始作俑者的徐志強哈哈大笑,跑過來一骨碌趴到原寧桌上,拽着裴宋陽問:“哎,小少爺,你今天怎麽還穿校服?”
昨天晚上裴宋陽到宿舍遲,原寧和陳以祥都已經鋪好自己的床,洗衣服的洗衣服玩游戲的玩游戲,裴宋陽的到來讓兩個人驚奇不已。
主要是那三套衣服外加最新款的手機實在太驚人了,一般的學生不會買,哪怕家裏有錢大人也不會同意購買。
裴宋陽看上去乖乖巧巧一身初中校服,沒想到行頭這麽大,當即原寧和陳以祥就圍上裴宋陽問個不停。
不過三個人都十五六歲的年紀,裴宋陽略略解釋後,原寧和陳以祥就只剩對手機的好奇了,一個勁兒想體驗一把游戲的高清流暢度,反而是徐志強自昨日得知裴宋陽的身世後糾纏不清。
裴宋陽怕多說多錯,就說:“我不是什麽小少爺,學校校服還沒發,發了就穿……”
“切!”徐志強打斷他的話,滿臉不屑,“你怎麽總這樣,遮遮掩掩,好像生怕別人跟你借錢,誰還不知道啊。”
他直起腰,翻着白眼走了。
原寧剛剛沒來得及說話,轉頭就啐了他後背一口:“什麽玩意兒,有錢關你屁事!”
正巧上課鈴響,老師進班。
轉身想吵架的徐志強灰溜溜跑回座位,裴宋陽也拉住原寧坐好認真聽課。
但梁子就這麽結下來了,徐志強看不慣裴宋陽,連帶着看不慣原寧和陳以祥,原寧天生看不慣徐志強,經常拉着陳以祥給徐志強難堪。

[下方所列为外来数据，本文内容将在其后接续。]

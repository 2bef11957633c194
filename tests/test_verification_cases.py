"""Regression cases found by comparing the core with an independent implementation of the published rules.

Each case was a disagreement between ``tamis.api.handle`` and a separate implementation written from the
reference notes and the documented conventions (log-linear D-values, regrading on 4.75 mm, base categories by A).
The inputs are invented test cases, not data claims; the expected values come from the independent computation
and the published rule quoted beside each test.
"""

from __future__ import annotations

import pytest

from conftest import call_api


def _passing(points, **more):
    t = {"passing": [{"opening_mm": d, "passing_pct": p} for d, p in points]}
    t.update(more)
    return t


# ASTM D2487 (read in published reproductions of its criteria): a soil is fine-grained when 50 % or more
# passes the No. 200 (0.075 mm) sieve, counted on the fraction finer than 75 mm (D2487-17 §1.2, read).
# When the top sieve retains material of unknown size, the minus-75 mm fraction holds at least the share of
# fines of the whole sample (fines / P(75 mm) >= fines), so 50 % fines of the whole sample already make the
# soil fine-grained and its symbol follows from the plasticity chart (A-line PI = 0.73 (LL - 20), read;
# CL PI > 7 on or above it, ML below it or PI < 4, from memory). The core used to return no symbol here.
TOP_RETAINS = [(63.0, 97.0), (4.75, 52.0), (0.6, 51.0), (0.075, 50.0)]


@pytest.mark.parametrize("plasticity, symbol", [
    ({"nonplastic": True}, "ML"),                              # nonplastic fines count as ML
    ({"liquid_limit": 30, "plasticity_index": 12}, "CL"),      # A-line at LL 30: 7.3; PI 12 > 7, above it
    ({"liquid_limit": 60, "plasticity_index": 35}, "CH"),      # LL >= 50, A-line 29.2, above it
    ({"liquid_limit": 60, "plasticity_index": 10}, "MH"),      # LL >= 50, below the A-line
    ({"liquid_limit": 22, "plasticity_index": 5}, "CL-ML"),    # 4 <= PI <= 7, above the A-line (1.46)
])
def test_fine_grained_symbol_when_top_sieve_retains_material(plasticity, symbol):
    res = call_api("gradation", test=_passing(TOP_RETAINS, plasticity=plasticity))["result"]
    assert res["gravel_pct"] is None          # the gravel fraction is still unknown (never assumed)
    assert res["uscs"]["symbol"] == symbol
    assert res["uscs"]["name"] is None        # the group name needs the coarse fractions
    assert any("top sieve" in n for n in res["uscs"]["needs"])


def test_fine_grained_without_limits_still_needs_them():
    res = call_api("gradation", test=_passing(TOP_RETAINS))["result"]
    assert res["uscs"]["symbol"] is None
    assert set(res["uscs"]["candidates"]) == {"CL", "ML", "CL-ML", "CH", "MH"}


def test_just_below_50_pct_fines_with_unknown_top_stays_undecided():
    # 49.9 % fines of the whole sample and 3 % of unknown size above 63 mm: the minus-75 mm fraction has
    # between 49.9 % and 51.4 % fines, so coarse- or fine-grained cannot be decided (D2487, 50 % limit).
    pts = [(63.0, 97.0), (4.75, 52.0), (0.6, 51.0), (0.075, 49.9)]
    res = call_api("gradation", test=_passing(pts, plasticity={"nonplastic": True}))["result"]
    assert res["uscs"]["symbol"] is None


def test_fine_grained_with_a_19mm_top_sieve():
    # Top sieve 19 mm passing 60 %: P(75 mm) is unknown, fines 50 % of the whole sample: CL (as above).
    pts = [(19.0, 60.0), (4.75, 52.0), (0.6, 51.0), (0.075, 50.0)]
    res = call_api("gradation", test=_passing(pts, plasticity={"liquid_limit": 30, "plasticity_index": 12}))
    assert res["result"]["uscs"]["symbol"] == "CL"


# NRCS NEH 633-26 (1994) category 2 (40 <= A <= 85 %): D15F <= 0.7 mm; dispersive base 0.5 mm (both from
# memory, see docs/criteria.md). The independent implementation gives "pass" for a non-dispersive base; the
# core warns when dispersion is not reported and the filter meets only the 0.7 mm limit (its documented
# conservative reading), passes when the base is declared non-dispersive and fails when it is dispersive.
CAT2_BASE = _passing([(4.75, 100.0), (0.425, 90.0), (0.075, 60.0), (0.005, 20.0), (0.001, 5.0)],
                     plasticity={"liquid_limit": 35, "plasticity_index": 15})
# Filter with D15 = 0.6 mm exactly (a measured point at 15 %), between the two limits.
FILTER_D15_06 = _passing([(9.5, 100.0), (4.75, 95.0), (1.18, 50.0), (0.6, 15.0), (0.075, 2.0)],
                         plasticity={"nonplastic": True})


@pytest.mark.parametrize("rules, status", [
    ({}, "warn"),
    ({"dispersive": False}, "pass"),
    ({"dispersive": True}, "fail"),
])
def test_category_2_retention_with_unknown_dispersion(rules, status):
    res = call_api("evaluate", sample=FILTER_D15_06, base=CAT2_BASE, rules=rules)["result"]
    assert res["base_category"] == 2
    assert res["a_pct"] == 60.0
    ret = [c for c in res["checks"] if c["id"] == "filter.retention"][0]
    assert ret["value"] == 0.6
    assert ret["status"] == status
    assert res["limits"]["d15_max_mm"] == (0.5 if rules.get("dispersive") else 0.7)


# Kezdi (1979) split test (from memory, see docs/criteria.md): split the curve, renormalise the coarse and the
# fine part to 100 %, stable when D'15 (coarse) / d'85 (fine) <= 4. The coarse part must exist to act as the
# filter of the fine part; adding an empty sieve on top of the stack (9.5 mm instead of 2.36 mm, both passing
# 100 %) must not change the verdict. The independent implementation, with splits kept inside the measured
# range (between the smallest percent above 0 and the largest below 100), gives 2.38 and 1.94 (both stable).
# The core's scan reaches a split at 99.999999999 %, where the coarse part vanishes and its D'15 is the
# top sieve itself: 11.6 (fail) with the 9.5 mm top sieve, 2.87 (pass) with 2.36 mm. The fix belongs in
# criteria/stability.py (not edited here: another engineer owns it); see the verification report.
UNIFORM_SAND = [(1.18, 92.5), (0.85, 86.1), (0.425, 63.4), (0.3, 49.0), (0.15, 23.5), (0.075, 0.0)]


# Kezdi (1979) split test, D'15c/d'85f <= 4: the verdict must not change when an empty sieve is added on top
# (the material is the same). Fixed by keeping splits on measured material (docs/decisions.md D5).
def test_kezdi_verdict_does_not_depend_on_an_empty_top_sieve():
    statuses = {}
    for top_mm in (9.5, 2.36):
        test = _passing([(top_mm, 100.0)] + UNIFORM_SAND, plasticity={"nonplastic": True})
        res = call_api("evaluate", sample=test)["result"]
        statuses[top_mm] = [c for c in res["checks"] if c["id"] == "stability.kezdi"][0]["status"]
    assert statuses == {9.5: "pass", 2.36: "pass"}


# NRCS NEH 633-26 (1994) base categories by A, the percent passing 0.075 mm after regrading on 4.75 mm
# (P' = P x 100 / P(4.75), step 3; from memory): 1 if A > 85, 2 if 40 <= A <= 85, 3 if 15 <= A < 40,
# 4 if A < 15 (the documented edges). In each case below A is exactly an edge in decimal; the core used to
# scale by the float CF = 100 / P(4.75) and land one unit in the last place on the wrong side
# (14.999999999999998, 39.99999999999999, 85.00000000000001). Expected categories: the independent
# computation in exact decimal.
def _gravelly_base(p4_pct, p200_pct, **more):
    return _passing([(19.0, 100.0), (9.5, (100.0 + p4_pct) / 2), (4.75, p4_pct), (0.425, (p4_pct + p200_pct) / 2),
                     (0.075, p200_pct), (0.001, p200_pct / 10)],
                    plasticity={"liquid_limit": 35, "plasticity_index": 15}, **more)


@pytest.mark.parametrize("p4_pct, p200_pct, category", [
    (50.1, 7.515, 3),     # A = 15 exactly: category 3 (15 <= A)
    (50.2, 7.53, 3),
    (50.1, 20.04, 2),     # A = 40 exactly: category 2 (40 <= A)
    (50.2, 20.08, 2),
    (50.3, 42.755, 2),    # A = 85 exactly: category 2 (A > 85 only for category 1)
    (50.4, 42.84, 2),
    (50.2, 20.0799, 3),   # just below 40 stays category 3
    (50.3, 42.7551, 1),   # just above 85 is category 1
])
def test_category_edges_after_regrading(p4_pct, p200_pct, category):
    res = call_api("evaluate", sample=FILTER_D15_06, base=_gravelly_base(p4_pct, p200_pct))["result"]
    assert res["base_category"] == category


def test_category_edge_from_masses():
    # 1000.0 g dry; 498.0 g retained down to 4.75 mm (P = 50.2 %), 200.8 g passing 0.075 mm (P = 20.08 %):
    # A = 200.8 / 502.0 = 40 % exactly, category 2.
    base = {"sieves": [{"opening_mm": 19.0, "retained_g": 0.0}, {"opening_mm": 9.5, "retained_g": 250.0},
                       {"opening_mm": 4.75, "retained_g": 248.0}, {"opening_mm": 0.425, "retained_g": 150.6},
                       {"opening_mm": 0.075, "retained_g": 150.6}],
            "dry_mass_g": 1000.0, "washed_dry_mass_g": 800.0, "pan_g": 0.8}
    res = call_api("evaluate", sample=FILTER_D15_06, base=base)["result"]
    assert res["base"]["points"][2]["passing_pct"] == 50.2
    assert res["base"]["fines_pct"] == pytest.approx(20.08, abs=1e-12)
    assert res["base_category"] == 2


def test_dispersive_base_at_a_40_takes_the_category_2_limit():
    # NEH 633-26 category 2 with a dispersive base: D15F <= 0.5 mm (from memory). On the wrong side of the
    # edge (category 3, no dispersive variant known) the filter with D15 = 0.6 mm would only warn.
    res = call_api("evaluate", sample=FILTER_D15_06, base=_gravelly_base(50.1, 20.04, dispersive=True))["result"]
    ret = [c for c in res["checks"] if c["id"] == "filter.retention"][0]
    assert res["base_category"] == 2
    assert ret["limit"] == 0.5
    assert ret["status"] == "fail"


# ASTM D2487 (read in published reproductions): a soil with cobbles is classified on its minus-75 mm fraction
# (D2487-17 §1.2); clean below 5 % fines, dual symbols from 5 to 12 %, fine-grained from 50 %; gravel when
# more than half of the coarse fraction is retained on No. 4 (equal shares make a sand). In each case below
# the minus-75 mm share is exactly on an edge in decimal; scaling by the float 100 / P(75) used to put it
# one unit in the last place on the wrong side ("fines 5.00 % < 5 %", "fines 12.00 % > 12 %",
# "fines 50.00 % < 50 %"). Expected symbols: the independent computation in exact decimal.
def _with_cobbles(p75_pct, p200_pct):
    p4 = round((p75_pct + p200_pct) / 2, 1)
    pts = [(100.0, 100.0), (75.0, p75_pct), (19.0, (p75_pct + p4) / 2), (4.75, p4), (0.425, (p4 + p200_pct) / 2),
           (0.15, (p4 + 3 * p200_pct) / 4), (0.075, p200_pct), (0.002, p200_pct / 20)]
    return _passing(pts, plasticity={"nonplastic": True})


@pytest.mark.parametrize("p75_pct, p200_pct, symbol", [
    (90.0, 10.8, "SP-SM"),   # fines 12 % of the minus-75 mm part (dual); gravel = sand = 44 % (sand)
    (90.9, 4.545, "GP-GM"),  # fines 5 % (dual); gravel 47.52 % > sand 47.48 %
    (91.2, 4.56, "SP-SM"),   # fines 5 % (dual)
    (90.9, 45.45, "ML"),     # fines 50 %: fine-grained, nonplastic fines
])
def test_uscs_edges_on_the_minus_75_mm_fraction(p75_pct, p200_pct, symbol):
    res = call_api("gradation", test=_with_cobbles(p75_pct, p200_pct))["result"]
    assert res["cobbles_pct"] == pytest.approx(100.0 - p75_pct, abs=1e-9)
    assert res["uscs"]["symbol"] == symbol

初中裴宋陽忙着學習打零工,很少和同學交際,面對這種情況,他也不知道怎麽辦才好,只能盡量幫原寧和陳以祥擋住徐志強的“暗箭,卻又被原寧說他爛好人。
開學短短一星期,裴宋陽心力交瘁。
周五,即将迎來開學後的第一個周末。
原寧早早收拾好書包帶到班級,打算一放學就回家;陳以祥也不逞多讓,他東西多,幹脆把包丢到宿管室,放學拿了就跑。

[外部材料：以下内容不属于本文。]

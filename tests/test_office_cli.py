"""The office commands end to end: python -m tamis merge|report|check.

Exit status: 0 done; 1 conflicts remain (merge) or a stored verdict differs
(report); 2 a file cannot be read (the message names file, row and column).
The verdicts the report prints are checked against the ``evaluate`` op called
directly through tamis.api.handle, the function the app calls.
"""

from __future__ import annotations

import json
import os
import subprocess
import sys

from tamis import api, demo
from tamis.exchange import office
from tamis.exchange import summaries as S
from tamis.exchange import csv_read, csv_write, ops, record
from test_records import UID, parse_rfc4180, rec
from test_records_gen import demo_variants
from test_records_merge import V1, V2, V3, V3_FORK, csv_of


def run(*args, cwd):
    return subprocess.run([sys.executable, "-m", "tamis", *map(str, args)], capture_output=True, text=True,
                          timeout=120, cwd=cwd)


def write(path, text: str, encoding="utf-8"):
    path.write_bytes(text.encode(encoding))
    return path


def demo_files(tmp_path):
    recs = [record.check_record(r) for r in demo.load_records()]
    a = write(tmp_path / "phone-a.csv", ops.export_csv(recs[:18]))
    b = write(tmp_path / "phone-b.csv", ops.export_csv(recs[9:]))
    return recs, a, b


def test_check_valid_file(tmp_path):
    recs, a, _ = demo_files(tmp_path)
    p = run("check", a, cwd=tmp_path)
    assert p.returncode == 0, p.stderr
    assert "18 records" in p.stdout
    assert sorted(x.name for x in tmp_path.iterdir()) == ["phone-a.csv", "phone-b.csv"]  # wrote nothing


def test_check_bad_file_names_file_row_and_column(tmp_path):
    recs, a, _ = demo_files(tmp_path)
    text = a.read_text(encoding="utf-8")
    rows = parse_rfc4180(text)
    rows[5][rows[0].index("rev")] = "2.0"
    bad = write(tmp_path / "bad.csv", "\r\n".join(",".join(csv_write.quote(c) for c in r) for r in rows) + "\r\n")
    p = run("check", bad, cwd=tmp_path)
    assert p.returncode == 2
    assert f"{bad}: Row 6, column rev" in p.stderr and "Traceback" not in p.stderr


def test_check_wrong_encoding_and_missing_file(tmp_path):
    latin = write(tmp_path / "latin.csv", csv_of(record.check_record(rec(meta={"notes": "séché"}))), "latin-1")
    p = run("check", latin, cwd=tmp_path)
    assert p.returncode == 2 and "Row 2" in p.stderr and "UTF-8" in p.stderr
    p = run("check", tmp_path / "nope.csv", cwd=tmp_path)
    assert p.returncode == 2 and "nope.csv" in p.stderr and "Traceback" not in p.stderr


def test_merge_is_deterministic_and_matches_the_op(tmp_path):
    recs, a, b = demo_files(tmp_path)
    p1 = run("merge", a, b, "-o", tmp_path / "ab.csv", cwd=tmp_path)
    p2 = run("merge", b, a, "-o", tmp_path / "ba.csv", cwd=tmp_path)
    assert p1.returncode == 0 and p2.returncode == 0, p1.stderr
    ab = (tmp_path / "ab.csv").read_bytes()
    assert ab == (tmp_path / "ba.csv").read_bytes()
    op = json.loads(api.handle(json.dumps({"schema": 1, "op": "records_merge", "id": None,
                                           "files": [a.read_text(encoding="utf-8"),
                                                     b.read_text(encoding="utf-8")]})))
    assert op["ok"] and ab == op["result"]["csv"].encode("utf-8")
    # The app's export of the same records gives the same bytes as the office merge.
    app = json.loads(api.handle(json.dumps({"schema": 1, "op": "records_export_csv", "id": None,
                                            "records": demo.load_records()})))
    assert ab == app["result"]["csv"].encode("utf-8")
    back, _ = csv_read.read_csv(ab.decode("utf-8"))
    assert len(back) == len(recs)
    p = subprocess.run([sys.executable, "-m", "tamis", "merge", str(a), str(b), "-o", "-", "--bom"],
                       capture_output=True, timeout=120, cwd=tmp_path)  # bytes: CRLF kept as written
    assert p.returncode == 0 and p.stdout == b"\xef\xbb\xbf" + ab


def test_merge_without_calc_columns_holds_the_same_records(tmp_path):
    recs, a, b = demo_files(tmp_path)
    assert run("merge", a, b, "-o", tmp_path / "calc.csv", cwd=tmp_path).returncode == 0
    assert run("merge", a, b, "-o", tmp_path / "raw.csv", "--no-calc", cwd=tmp_path).returncode == 0
    with_calc, rows = csv_read.read_csv((tmp_path / "calc.csv").read_text(encoding="utf-8"))
    without, rows2 = csv_read.read_csv((tmp_path / "raw.csv").read_text(encoding="utf-8"))
    assert with_calc == without
    assert any(r["calc"] for r in rows) and not any(r["calc"] for r in rows2)


def test_merge_with_conflicts_exits_1_and_writes_both_versions(tmp_path):
    f1 = write(tmp_path / "1.csv", csv_of(V3))
    f2 = write(tmp_path / "2.csv", csv_of(V3_FORK))
    p = run("merge", f1, f2, "-o", tmp_path / "out.csv", "--conflicts", tmp_path / "conflicts.json", cwd=tmp_path)
    assert p.returncode == 1
    assert "1 conflict(s) remain" in p.stderr and UID in p.stderr
    report = json.loads((tmp_path / "conflicts.json").read_text(encoding="utf-8"))
    (c,) = report["conflicts"]
    assert {c["local"]["updated_by"], c["incoming"]["updated_by"]} == {"EF", "CD"}
    assert (tmp_path / "out.csv").exists()


def test_merge_newer_revisions_exit_0(tmp_path):
    files = [write(tmp_path / f"{i}.csv", csv_of(v)) for i, v in enumerate((V1, V2, V3))]
    p = run("merge", *files, "-o", tmp_path / "out.csv", cwd=tmp_path)
    assert p.returncode == 0, p.stderr
    (got,), _ = csv_read.read_csv((tmp_path / "out.csv").read_text(encoding="utf-8"))
    assert got["rev"] == 3 and got["history"] == V3["history"]


def test_merge_bad_file_exits_2_without_writing(tmp_path):
    good = write(tmp_path / "good.csv", csv_of(V1))
    bad = write(tmp_path / "bad.csv", "tamis_csv,record_id\r\n1,x\r\n")
    p = run("merge", good, bad, "-o", tmp_path / "out.csv", cwd=tmp_path)
    assert p.returncode == 2 and "bad.csv: Row 1" in p.stderr
    assert not (tmp_path / "out.csv").exists()


def test_report_recomputes_every_verdict(tmp_path):
    recs, a, b = demo_files(tmp_path)
    merged = write(tmp_path / "all.csv", ops.export_csv(recs))
    p = run("report", merged, "--json", cwd=tmp_path)
    assert p.returncode == 0, p.stderr
    out = json.loads(p.stdout)
    index = {r["record_id"]: r for r in recs}
    tests = [r for r in recs if r["kind"] == "test" and not r["deleted"]]
    assert out["summary"]["tests"] == len(tests) == len(out["tests"])
    for line in out["tests"]:
        r = index[line["record_id"]]
        fields = {"sample": r["test"]}
        if r["meta"].get("band_id"):
            fields["band"] = index[r["meta"]["band_id"]]["band"]
        if r["meta"].get("base_id"):
            fields["base"] = index[r["meta"]["base_id"]]["test"]
        if r["meta"].get("rules"):
            fields["rules"] = r["meta"]["rules"]
        ev = json.loads(api.handle(json.dumps({"schema": 1, "op": "evaluate", "id": 0, **fields})))
        assert line["verdict"] == ev["result"]["verdict"], line
        assert line["stored_verdict"] == line["verdict"] and line["differs"] is False
    assert out["summary"]["differs"] == 0 and "engineer of record" in out["notice"]
    table = run("report", merged, cwd=tmp_path)
    assert table.returncode == 0 and "D15 mm" in table.stdout and "stored verdict(s) differ" in table.stdout


def test_report_flags_a_stored_verdict_that_differs(tmp_path):
    recs = [record.check_record(r) for r in demo.load_records()]
    text = ops.export_csv(recs)
    rows = parse_rfc4180(text)
    col = rows[0].index("calc_verdict")
    target = next(i for i, r in enumerate(rows) if r[col] == "reject")
    rows[target][col] = "accept"  # someone "fixed" the verdict in a spreadsheet
    forged = write(tmp_path / "forged.csv", "\r\n".join(",".join(csv_write.quote(c) for c in r) for r in rows) + "\r\n")
    p = run("report", forged, "--json", cwd=tmp_path)
    assert p.returncode == 1
    out = json.loads(p.stdout)
    flagged = [t for t in out["tests"] if t["differs"]]
    assert len(flagged) == 1 and flagged[0]["row"] == target + 1
    assert flagged[0]["stored_verdict"] == "accept" and flagged[0]["verdict"] == "reject"
    p = run("report", forged, cwd=tmp_path)
    assert p.returncode == 1 and "DIFFERS" in p.stdout


def test_merge_of_many_files_reads_copies_once_and_shows_its_reading_on_stderr(tmp_path):
    # twelve devices holding overlapping slices of the demo project: every record in several files,
    # some with calc columns and some without (a reader never takes them as data)
    recs = [record.check_record(r) for r in demo.load_records()]
    paths = []
    for i in range(12):
        part = recs[i % 5::2]
        text = ops.export_csv(part) if i % 2 else csv_write.write_csv(part)
        paths.append(write(tmp_path / f"device-{i:02d}.csv", text))
    p = run("merge", *paths, "-o", "-", "--no-calc", cwd=tmp_path)
    assert p.returncode == 0, p.stderr
    assert p.stdout == csv_write.write_csv(recs).replace("\r\n", "\n")  # text mode reads CRLF as LF
    assert "read: 12 of 12 files (100 %)" in p.stderr
    few = run("merge", *paths[:3], "-o", "-", "--no-calc", cwd=tmp_path)
    assert few.returncode == 0 and "read:" not in few.stderr


def varied_tests(n: int, seed: int = 31):
    """Tests made from the demo deliveries, masses varied by up to 5 %; every 97th without its band."""
    return demo_variants(n, seed, 0.05, missing_band_every=97)


def test_verdicts_recomputed_by_several_processes_are_those_of_one(tmp_path):
    refs, tests = varied_tests(office.PARALLEL_MIN + 300)
    path = write(tmp_path / "many.csv", csv_write.write_csv(refs + tests))
    one = run("merge", path, "-o", "-", "--jobs", "1", cwd=tmp_path)
    two = run("merge", path, "-o", "-", "--jobs", "2", cwd=tmp_path)
    assert one.returncode == two.returncode == 0, two.stderr
    assert one.stdout == two.stdout == ops.export_csv(refs + tests).replace("\r\n", "\n")  # the app's export
    rep1 = run("report", "--json", "--jobs", "1", path, cwd=tmp_path)
    rep3 = run("report", "--json", "--jobs", "3", path, cwd=tmp_path)
    a, b = json.loads(rep1.stdout), json.loads(rep3.stdout)
    assert a == b and a["summary"]["tests"] == len(tests)
    assert a["summary"]["accept"] > 0 and a["summary"]["reject"] > 0 and a["summary"]["no_verdict"] > 0


def test_parallel_summaries_come_from_other_processes_in_the_order_given(monkeypatch):
    refs, tests = varied_tests(office.PARALLEL_MIN + 50, seed=5)
    index = {r["record_id"]: r for r in refs + tests}
    real = S.compute_summaries
    want = real(tests, index)
    monkeypatch.setattr(S, "compute_summaries",
                        lambda todo, idx, progress=None: [dict(s, pid=os.getpid()) for s in real(todo, idx)])
    steps = []
    got = office.summaries_in_parallel(tests, index, 2, lambda done, total: steps.append((done, total)))
    pids = {s.pop("pid") for s in got}
    assert os.getpid() not in pids
    assert got == want
    assert steps[-1] == (len(tests), len(tests)) and [d for d, _ in steps] == sorted(d for d, _ in steps)
    few = office.summaries_in_parallel(tests[:10], index, 2)  # too few to be worth other processes
    assert {s.pop("pid") for s in few} == {os.getpid()}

兩個人心急如焚地想回家,一轉頭發現裴宋陽不緊不慢,連包都沒收拾。
原寧心直口快:“你不回家?”
裴宋陽想到景蔭說的周五見,猶豫道:“回的。”
“那你不收拾東西?回家不積極,思想有問題,知不知道?”
陳以祥插嘴道:“你等着,月考之後我看你想不想回家。”
原寧:“滾滾滾!”
兩個人鬥起嘴,先前的話題丢到一邊,裴宋陽在一旁笑呵呵地圍觀,心裏多少幾分羨慕。
他原先回家也不叫回家,而是到他姨家隔壁一條街的餐館打零工,幫忙晚上大排檔期間端飯端菜,度過客流量最大的四個小時,然後回他姨家睡幾個小時覺,第二天一早再回去幫忙打下手,周末兩天賺個百來塊錢,他的生活費都是這麽攢下來的。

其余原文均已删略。